── DATA LISTING

def load_extxyz(
    path: str | Path,
    *,
    energy_unit: str | None = None,
    time_unit: str | None = None,
    length_unit: str | None = None,
    state_base: int | None = None,
    nonfinite: str = "raise",
    progress: bool = True,
    masses: Mapping[str, float] | Sequence[float] | np.ndarray | None = None,
    skip_atom_columns: Sequence[str] = (),
) -> Ensemble:
    """Load an extended-XYZ folder (one file per trajectory) or a single trajectory file.

    Parameters
    ----------
    path : str or Path
        A folder of ``*.xyz`` / ``*.xyz.gz`` files (plus optional
        ``trajectories.csv`` and ``metadata.json``), or one such file.
    energy_unit, time_unit, length_unit : str, optional
        Units of files that do not declare them in their header (default eV,
        fs, Angstrom). A file that declares a different unit is an error.
    state_base : {0, 1}, optional
        How ``active`` (and ``initial_state``) count states; default 0, or the
        file's ``state_base`` header key.
    nonfinite : {"raise", "keep"}
        What to do with NaN/Inf in coordinates, velocities, energies, the other
        per-frame arrays and ``e_kin``/``e_pot``/``e_tot`` (user columns are not
        checked: NaN there means "missing"): raise a ParseError at the first one,
        or keep them with an EnsembleWarning naming where. Kept ones are listed in
        ``metadata["nonfinite"]`` ({traj: [fields]}); see also
        :func:`ensemblelab.nonfinite_report`.
    progress : bool
        Show a progress bar over files.
    masses : mapping or array_like, optional
        Atomic masses (amu): a mapping element -> amu (other elements from the
        standard table) or one mass per atom. Overrides masses in the files.
    skip_atom_columns : sequence of str
        ``Properties=`` atom columns to skip (e.g. ``["forces"]``); any other
        column the Ensemble cannot hold is refused (see :mod:`ensemblelab.io._xyz_props`).

    Returns
    -------
    Ensemble
        In internal units (fs, eV, Angstrom); ``metadata["sources"]`` lists the files.

    Raises
    ------
    ParseError
        Naming file, frame, line and field, with a hint.

    Warns
    -----
    UnitWarning
        When energies declared (or assumed) in eV look like hartree.
    """
    from tqdm.auto import tqdm

    check_nonfinite_option(nonfinite)
    path = Path(path)
    if not path.exists():
        raise FileNotFoundError(f"{path}: no such file or folder.")
    if path.is_dir():
        files = find_trajectory_files(path)
        if not files:
            raise ParseError("no *.xyz or *.xyz.gz files in this folder.", path=path,
                             hint="one extended-XYZ file per trajectory is expected.")
        folder = path
    else:
        m = TRAJ_ID_RE.search(file_stem(path))
        files = [(int(m.group(1)) if m else 0, path)]
        folder = None
    sizes = [p.stat().st_size for _, p in files]
    kw: dict[str, Any] = {"energy_unit": energy_unit, "time_unit": time_unit,
                          "length_unit": length_unit, "state_base": state_base,
                          "nonfinite": nonfinite, "masses": masses,
                          "skip_atom_columns": tuple(skip_atom_columns)}

    first: _FileData | None = None
    stacks: dict[str, Stack] = {}
    lists: dict[str, list[Any]] = {}
    traj_ids: list[np.ndarray] = []
    steps: list[np.ndarray] = []
    snaps: list[np.ndarray] | None = []
    sources = []
    suspicious: list[tuple[Path, str]] = []
    column_order: list[str] = []
    bad: dict[int, list[str]] = {}
    kept: list[warnings.WarningMessage] = []
    for tid, fpath in tqdm(files, desc="loading", unit="file", disable=not progress,
                           leave=False):
        with warnings.catch_warnings(record=True) as caught:  # one summary for all files
            warnings.simplefilter("always", EnsembleWarning)
            data = parse_file(fpath, **kw)
        kept += [w for w in caught if issubclass(w.category, EnsembleWarning)]
        for w in caught:
            if not issubclass(w.category, EnsembleWarning):
                warnings.warn_explicit(w.message, w.category, w.filename, w.lineno)
        if first is None:
            first = data
            est = data.n_frames * sum(sizes) / max(sizes[0], 1) * 1.02 + 16
        else:
            check_same(first, data)
            if not np.array_equal(first.masses, data.masses):  # type: ignore[arg-type]
                raise ParseError(f"the masses differ from {first.path.name}.", path=fpath,
                                 frame=0, field="masses", hint="all files hold the same atoms.")
        if data.extra["nonfinite"]:
            bad[int(tid)] = data.extra["nonfinite"]
        blocks = {"geometries": data.geometries, "time": data.time, "active": data.active,
                  **data.arrays}
        if data.velocities is not None:
            blocks["velocities"] = data.velocities
        for name, arr in blocks.items():
            stacks.setdefault(name, Stack(est)).add(arr)
        offset = sum(len(t) for t in traj_ids)
        for name, col in data.columns.items():
            if name not in lists:
                column_order.append(name)
                lists[name] = [np.full(offset, np.nan)] if offset else []
            lists[name].append(col)
        for name in lists:
            if name not in data.columns:
                lists[name].append(np.full(data.n_frames, np.nan))
        traj_ids.append(np.full(data.n_frames, tid, dtype=np.int64))
        steps.append(data.step if data.step is not None else
                     np.arange(data.n_frames, dtype=np.int64))
        snaps = None if snaps is None or data.snapshot is None else [*snaps, data.snapshot]
        sources.append(file_source(fpath, fmt="extxyz", traj=int(tid), n_frames=data.n_frames,
                                   energy_unit=data.energy_unit))
        if data.suspicious:
            suspicious.append((fpath, data.suspicious))
        del data
    assert first is not None
    if kept:
        listed = "; ".join(f"traj {t}: {', '.join(f)}" for t, f in list(bad.items())[:8])
        warnings.warn(f"{kept[0].message} Non-finite values in {len(bad)} of {len(files)} "
                      f"trajectories ({listed}{'; ...' if len(bad) > 8 else ''}); see "
                      "metadata['nonfinite'].", EnsembleWarning, stacklevel=3)
    if suspicious:
        p, why = suspicious[0]
        warnings.warn(
            f"{p}: energies look like hartree although eV was declared or assumed: {why} "
            f"({len(suspicious)} of {len(files)} file(s) look like this). Hint: pass "
            "energy_unit='hartree' or write energy_unit=hartree in the first comment line; "
            "silence with warnings.simplefilter('ignore', UnitWarning) if the states really "
            "are this close.",
            UnitWarning, stacklevel=3,
        )
    # every stack received at least one array, so none of the results is None
    out = {name: cast(np.ndarray, s.result()) for name, s in stacks.items()}
    header = first.header
    state_labels = header["state_labels"].split() if "state_labels" in header else None
    cation_labels = header["cation_labels"].split() if "cation_labels" in header else None

    metadata: dict[str, Any] = {}
    trajectories = None
    traj_arrays: dict[str, np.ndarray] = {}
    ids_all = np.array([t for t, _ in files], dtype=np.int64)
    if folder is not None:
        meta_path = folder / "metadata.json"
        if meta_path.is_file():
            check_no_symlink_escape(folder, meta_path, what="metadata file")
            try:
                if meta_path.stat().st_size > MAX_MANIFEST_BYTES:
                    raise ValueError(f"larger than {MAX_MANIFEST_BYTES} bytes")
                metadata = decode_metadata(json.loads(meta_path.read_text()))
                if not isinstance(metadata, dict):
                    raise ValueError(f"a JSON {type(metadata).__name__}, not an object")
            except (ValueError, RecursionError, TypeError) as exc:
                raise ParseError(f"invalid metadata ({excerpt(exc, 80)}).", path=meta_path,
                                 hint="fix or delete metadata.json (it is optional).") from exc
            sources = [*metadata.pop("sources", []), *sources]
        csv_path = folder / "trajectories.csv"
        if csv_path.is_file():
            check_no_symlink_escape(folder, csv_path, what="trajectory table")
            base = state_base if state_base is not None else int(header.get("state_base", 0))
            trajectories, traj_arrays = read_trajectories_csv(
                csv_path, ids_all, energy_unit=energy_unit, state_base=base)
            sources.append(file_source(csv_path, fmt="csv"))
    metadata["sources"] = sources
    metadata.pop("nonfinite", None)  # what this load found, not an earlier record
    extra = {"nonfinite": bad, "lattice": first.extra["lattice"],
             "skipped_atom_columns": first.extra["skipped"]}
    metadata.update({k: v for k, v in extra.items() if v is not None and len(v)})

    # Files come in trajectory order and times increase within each (checked above), so the
    # snapshot frame is built here directly, already sorted, and handed to the constructor
    # without the copies of Ensemble.from_arrays (bounded peak memory).
    n = sum(len(t) for t in traj_ids)
    data_cols: dict[str, Any] = {
        "snapshot": np.concatenate(snaps) if snaps else np.arange(n, dtype=np.int64),
        "traj": np.concatenate(traj_ids),
        "step": np.concatenate(steps),
        "time": out.pop("time"),
        "active": out.pop("active"),
    }
    del traj_ids, steps, snaps
    for name in column_order:
        if name in data_cols:
            raise ParseError(f"the key {name!r} is reserved.", path=first.path, field=name,
                             hint="rename the user column.")
        parts = lists.pop(name)
        if any(p.dtype == object for p in parts):
            data_cols[name] = np.concatenate([p.astype(object) for p in parts])
        else:
            data_cols[name] = np.concatenate(parts)
        del parts
    frame = pd.DataFrame(data_cols)
    del data_cols
    for arr in out.values():
        arr.setflags(write=False)  # ours alone: the constructor may keep it without a copy
    if trajectories is None:
        trajectories = pd.DataFrame({"traj": ids_all})
    try:
        return Ensemble(
            snapshots=frame,
            geometries=out.pop("geometries"),
            energies=out.pop("energies"),
            symbols=tuple(first.symbols),
            masses=cast(np.ndarray, first.masses),
            trajectories=trajectories,
            state_labels=tuple(state_labels or ()),
            cation_labels=tuple(cation_labels or ()),
            metadata=metadata,
            **out,
            **traj_arrays,
        )
    except SchemaError as exc:
        raise SchemaError(f"{path}: {exc}") from exc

────

◆ TASK PROMPT:
In the records above, find each line that holds the word "table"; copy all such lines.

◆ ANSWER TO THIS TASK:
        standard table) or one mass per atom. Overrides masses in the files.
            check_no_symlink_escape(folder, csv_path, what="trajectory table")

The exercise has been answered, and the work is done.